The driving standards on the roads are the worst we have ever experienced, even worse than Spain! I have come to the conclusion that you get a driving licence handed to you when you buy your car or motorbike/scooter! No one could have had to undergo even the basic of examinations on road etiquette or ability. Roundabouts, junctions, bends and blind hills are seen as excellent places to overtake because the tourists tend to slow down there so passing them is easiest! There are what we would take to be speed limit signs but no one takes the slightest bit of notice. So much so we decided the signs are infact indicators of the depth in millimetres of the pot holes on that section of roads!! No matter how fast you go it's not fast enough! Even Italians seem to have a car with no more than the length of a shoe lace hurtling behind them itching to pass, and if they can't overtake an 'undertake' will do!

On the motorway leaving Pompeii we were driving along we even passed a woman weaving across three lanes of traffic, slowing down and speeding up. When we could get passed I saw she was reading a book! It was propped up on the steering wheel, and it was a proper book not a map! She even answered her phone and chatted as she merrily drove along! I was even passed on the contraflow section of the roadworks because I had the crazy idea of sticking to the 60kph speed limit. Several cars and a truck veered across the cones separating the lanes and went passed, most shaking their heads at me!

Sicily was an island of extremes. There are some fantastic beaches but in many places you can't get near them because they are privately owned and a fee is payable. They are also the most heavily polluted with plastic waste. Entire sheets of polythene are just floating in the shallows. I spent a hour one day dragging it from the sea and up the beach and left it near a skip. It was still there 5 days later when we left the site, plus the other stuff that had come ashore in the mean time.

The towns are in most cases seem very run down with lots of the buildings in a bad state of repair. Rubbish is strewn everywhere and in particular the towns of Gela and Sicilia could do with carpet bombing to spruce them up a bit!

We chose to get the ferry back from Palermo to Livorno rather than drive back up the length of Italy and face the roads again. It was the best 220 Euros we spent! Camping on the deck with 7 other vans and a very pleasant 20 hour Mediterranian cruise thrown in! I spoke to one of the other vanners and he was German. He came to Sicily every year, but refused to drive on the Italian roads because of the points I have outlined above, so he caught the ferry from Genoa in the Autumn and sailed down, then sailed back again in the Spring.

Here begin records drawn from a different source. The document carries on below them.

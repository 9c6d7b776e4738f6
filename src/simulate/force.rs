//! Forces for the inner loop. Built-in families evaluate their closed forms; formulas and tables
//! are tabulated once on a uniform grid as a cubic Hermite interpolant of U' that uses the exact
//! U'' at the nodes (from the symbolic derivative or the spline), so no interpreter runs per step.
//! The grid is refined until the interpolation error, measured at every interval midpoint against
//! the exact U', is below [`FORCE_TOL`] of the largest |U'| on the domain (Hermite error
//! ≤ h⁴ max|U⁽⁵⁾|/384; de Boor, ch. IV). The bound achieved is reported.

use crate::potential::{Diffusion, Family, Potential};
use std::f64::consts::PI;

/// Relative force-interpolation tolerance (of max |U'| on the domain): far below the O(dt)
/// integrator error of any usable time step.
pub const FORCE_TOL: f64 = 1e-7;
/// Largest grid (2^22 intervals, 64 MiB): beyond this the error is reported as it is.
pub const MAX_GRID_LOG2: u32 = 22;

/// The force −U'(x) (kT per length) as the inner loop sees it.
pub trait Force: Sync + Send {
    /// −U'(x)
    fn force(&self, x: f64) -> f64;
}

/// −U' of the double well, E_b((x/a)² − 1)², with the constants folded (no division per step).
#[derive(Debug, Clone, Copy)]
pub struct DoubleWellForce {
    c: f64,
    inv_a2: f64,
}

impl Force for DoubleWellForce {
    #[inline(always)]
    fn force(&self, x: f64) -> f64 {
        -self.c * x * (x * x * self.inv_a2 - 1.0)
    }
}

/// −U' of the cubic well, (27/4)E_b(s² − s³) with s = x/L: −(13.5 E_b/L²) x + (20.25 E_b/L³) x².
#[derive(Debug, Clone, Copy)]
pub struct CubicForce {
    k1: f64,
    k2: f64,
}

impl Force for CubicForce {
    #[inline(always)]
    fn force(&self, x: f64) -> f64 {
        x * (self.k2 * x - self.k1)
    }
}

/// −U' of the washboard, −A cos(kx) − F x: F − A k sin(kx).
#[derive(Debug, Clone, Copy)]
pub struct WashboardForce {
    ak: f64,
    k: f64,
    tilt: f64,
}

impl Force for WashboardForce {
    #[inline(always)]
    fn force(&self, x: f64) -> f64 {
        self.tilt - self.ak * (self.k * x).sin()
    }
}

impl Force for Family {
    #[inline]
    fn force(&self, x: f64) -> f64 {
        -crate::potential::Potential::du(self, x)
    }
}

/// A uniform-grid cubic Hermite table of a function and its derivative, stored per interval as
/// power-basis coefficients in the local coordinate u ∈ [0, 1) (one Horner evaluation per call).
#[derive(Debug, Clone)]
pub struct Grid {
    lo: f64,
    inv_h: f64,
    last: i64,
    /// per interval: c0 + c1 u + c2 u² + c3 u³
    coef: Vec<[f64; 4]>,
    /// the largest midpoint error found, relative to the largest |value|
    pub rel_error: f64,
}

impl Grid {
    /// Tabulates `f` (with derivative `df`) on [lo, hi], refining until the midpoint error is below
    /// `tol` × max|f| or the grid reaches 2^[`MAX_GRID_LOG2`] intervals.
    pub fn build(
        f: &dyn Fn(f64) -> f64,
        df: &dyn Fn(f64) -> f64,
        lo: f64,
        hi: f64,
        tol: f64,
    ) -> Self {
        Self::build_scaled(f, df, lo, hi, tol, 1.0)
    }

    /// As [`Grid::build`], tabulating `scale · f` (e.g. −1 to store a force from U').
    pub fn build_scaled(
        f: &dyn Fn(f64) -> f64,
        df: &dyn Fn(f64) -> f64,
        lo: f64,
        hi: f64,
        tol: f64,
        scale: f64,
    ) -> Self {
        let mut log2 = 10;
        loop {
            let g = Self::at(f, df, lo, hi, 1 << log2, scale);
            let h = 1.0 / g.inv_h;
            let mut fmax: f64 = 1e-300;
            let mut err: f64 = 0.0;
            for i in 0..=g.last {
                let x0 = lo + i as f64 * h;
                fmax = fmax.max(f(x0).abs());
                let x = x0 + 0.5 * h;
                err = err.max((g.eval(x) - scale * f(x)).abs());
            }
            let rel = err / (fmax * scale.abs());
            if rel <= tol || log2 >= MAX_GRID_LOG2 {
                return Self {
                    rel_error: rel,
                    ..g
                };
            }
            log2 += 1;
        }
    }

    fn at(
        f: &dyn Fn(f64) -> f64,
        df: &dyn Fn(f64) -> f64,
        lo: f64,
        hi: f64,
        n: usize,
        scale: f64,
    ) -> Self {
        let h = (hi - lo) / n as f64;
        let node = |i: usize| {
            let x = if i == n { hi } else { lo + i as f64 * h };
            (scale * f(x), scale * df(x) * h)
        };
        let mut prev = node(0);
        let mut coef = Vec::with_capacity(n);
        for i in 0..n {
            let next = node(i + 1);
            let (p0, m0) = prev;
            let (p1, m1) = next;
            coef.push([
                p0,
                m0,
                3.0 * (p1 - p0) - 2.0 * m0 - m1,
                2.0 * (p0 - p1) + m0 + m1,
            ]);
            prev = next;
        }
        Self {
            lo,
            inv_h: 1.0 / h,
            last: n as i64 - 1,
            coef,
            rel_error: f64::NAN,
        }
    }

    /// The interpolant at x (the end intervals' cubics continue outside the range).
    #[inline(always)]
    pub fn eval(&self, x: f64) -> f64 {
        let t = (x - self.lo) * self.inv_h;
        // i64 conversions are single instructions; clamp keeps the index in range
        let i = (t as i64).clamp(0, self.last);
        let u = t - i as f64;
        let c = &self.coef[i as usize];
        c[0] + u * (c[1] + u * (c[2] + u * c[3]))
    }
}

/// −U' from a grid (stored with the sign folded in).
#[derive(Debug, Clone)]
pub struct GridForce(pub Grid);

impl Force for GridForce {
    #[inline(always)]
    fn force(&self, x: f64) -> f64 {
        self.0.eval(x)
    }
}

/// The force chosen for a potential.
#[derive(Debug, Clone)]
pub enum FastForce {
    /// closed-form double well
    DoubleWell(DoubleWellForce),
    /// closed-form cubic well
    Cubic(CubicForce),
    /// closed-form washboard
    Washboard(WashboardForce),
    /// tabulated U'
    Grid(GridForce),
}

impl FastForce {
    /// Chooses the fast form of `pot`'s force on `[lo, hi]`.
    pub fn new(pot: &crate::potential::AnyPotential) -> Self {
        match pot {
            crate::potential::AnyPotential::Family(Family::DoubleWell { eb, a, .. }) => {
                Self::DoubleWell(DoubleWellForce {
                    c: 4.0 * eb / (a * a),
                    inv_a2: 1.0 / (a * a),
                })
            }
            crate::potential::AnyPotential::Family(Family::Cubic { eb, l, .. }) => {
                Self::Cubic(CubicForce {
                    k1: 13.5 * eb / (l * l),
                    k2: 20.25 * eb / (l * l * l),
                })
            }
            crate::potential::AnyPotential::Family(Family::Washboard {
                amp, period, tilt, ..
            }) => {
                let k = 2.0 * PI / period;
                Self::Washboard(WashboardForce {
                    ak: amp * k,
                    k,
                    tilt: *tilt,
                })
            }
            other => {
                let (lo, hi) = other.domain();
                Self::Grid(GridForce(Grid::build_scaled(
                    &|x| other.du(x),
                    &|x| other.d2u(x),
                    lo,
                    hi,
                    FORCE_TOL,
                    -1.0,
                )))
            }
        }
    }
    /// The relative interpolation error of the force (0 for closed forms).
    pub fn rel_error(&self) -> f64 {
        match self {
            Self::Grid(g) => g.0.rel_error,
            _ => 0.0,
        }
    }
}

/// D(x) and D'(x) for the overdamped inner loop.
pub trait Mobility: Sync + Send {
    /// (D(x), D'(x))
    fn d(&self, x: f64) -> (f64, f64);
    /// true when D is constant (the Itô drift vanishes)
    const CONSTANT: bool;
}

/// Constant D.
#[derive(Debug, Clone, Copy)]
pub struct ConstD(pub f64);

impl Mobility for ConstD {
    #[inline(always)]
    fn d(&self, _x: f64) -> (f64, f64) {
        (self.0, 0.0)
    }
    const CONSTANT: bool = true;
}

/// Tabulated D(x): Hermite for D (with exact D'), and D' from its own grid.
#[derive(Debug, Clone)]
pub struct GridD {
    d: Grid,
    dd: Grid,
}

impl GridD {
    /// Tabulates a position-dependent D on [lo, hi].
    pub fn new(diff: &Diffusion, lo: f64, hi: f64) -> Self {
        let h = 1e-6 * (hi - lo);
        // D'' for the Hermite table of D' by central differences of the exact D' (error ~h² D⁗)
        let d2 = |x: f64| (diff.derivative(x + h) - diff.derivative(x - h)) / (2.0 * h);
        Self {
            d: Grid::build(
                &|x| diff.value(x),
                &|x| diff.derivative(x),
                lo,
                hi,
                FORCE_TOL,
            ),
            dd: Grid::build(&|x| diff.derivative(x), &d2, lo, hi, 1e-5),
        }
    }
}

impl Mobility for GridD {
    #[inline(always)]
    fn d(&self, x: f64) -> (f64, f64) {
        (self.d.eval(x), self.dd.eval(x))
    }
    const CONSTANT: bool = false;
}

#[cfg(test)]
mod tests {
    use super::*;

    // The folded closed forms equal the family's U' (rounding only).
    #[test]
    fn folded_forces_match_the_families() {
        use crate::potential::AnyPotential;
        let fams = [
            Family::DoubleWell {
                eb: 5.0,
                a: 1.3,
                domain: (-4.0, 4.0),
            },
            Family::Cubic {
                eb: 7.0,
                l: 0.8,
                domain: (-1.0, 3.0),
            },
            Family::Washboard {
                amp: 3.0,
                period: 2.0,
                tilt: 0.7,
                domain: (-2.0, 4.0),
            },
        ];
        for fam in fams {
            let ff = FastForce::new(&AnyPotential::Family(fam));
            for &x in &[-0.9, 0.1, 0.77, 1.6] {
                let want = -crate::potential::Potential::du(&fam, x);
                let got = match &ff {
                    FastForce::DoubleWell(f) => f.force(x),
                    FastForce::Cubic(f) => f.force(x),
                    FastForce::Washboard(f) => f.force(x),
                    FastForce::Grid(f) => f.force(x),
                };
                assert!((got - want).abs() < 1e-12 * (1.0 + want.abs()), "{fam:?}");
            }
        }
    }

    // Hermite interpolation of a smooth function converges as h⁴ (de Boor, ch. IV): the built grid
    // must meet its own tolerance, checked here at points other than the midpoints.
    #[test]
    fn grid_meets_its_tolerance() {
        let g = Grid::build(
            &|x: f64| (3.0 * x).sin() * x,
            &|x: f64| 3.0 * (3.0 * x).cos() * x + (3.0 * x).sin(),
            -2.0,
            2.0,
            1e-9,
        );
        assert!(g.rel_error <= 1e-9);
        for i in 0..1000 {
            let x = -2.0 + 4.0 * (f64::from(i) + 0.37) / 1000.0;
            assert!((g.eval(x) - (3.0 * x).sin() * x).abs() < 2e-9 * 2.0);
        }
    }
}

We stayed at Parking Lagani at Giardini Naxos. A motorhome only service site. It has individual hardstanding pitches with your own washing sink and taps , picnic table and chairs, cold water shower, fresh water tap and electric for 12 Euros per night. See www.parkinglagani.com

Camping Scarabeo at Punta Bracetto. This is a really well laid out pretty site right on the private beach, (the one with the plastic sheeting on, sadly!). It is an ACSI site at different times of the year. The pitches are quite large and well laid out. There is a choice of 3 & 6 amp electric. Each pitch also gets its' own loo and washbasin in a lock up cabin, where you have the key. Showers are included in the ACSI price dates but outside that you pay a Euro for a token to get a hot shower. The major downside to this place is it's 4.5 kilometres to the nearest supermarket. But a frsh bread & fish van calls each morning. (www.scarabeocamping.it)

We also stayed for a few nights at the most beautiful wildcamping place I have ever been to at N38.12221 degrees, E12.72441. It is a gravel carpark that would take about 20 vans right on a fantastic beach with warm cristal clear water. When we were there there were 10-12 vans over the period. There are no facilities but there is a very cheap, (2 Euros), service point in the nearby village of Macari and a bread van calls every morning.

The parts we did enjoy were Venice, Rome, Florence, Lucca and Orvieto.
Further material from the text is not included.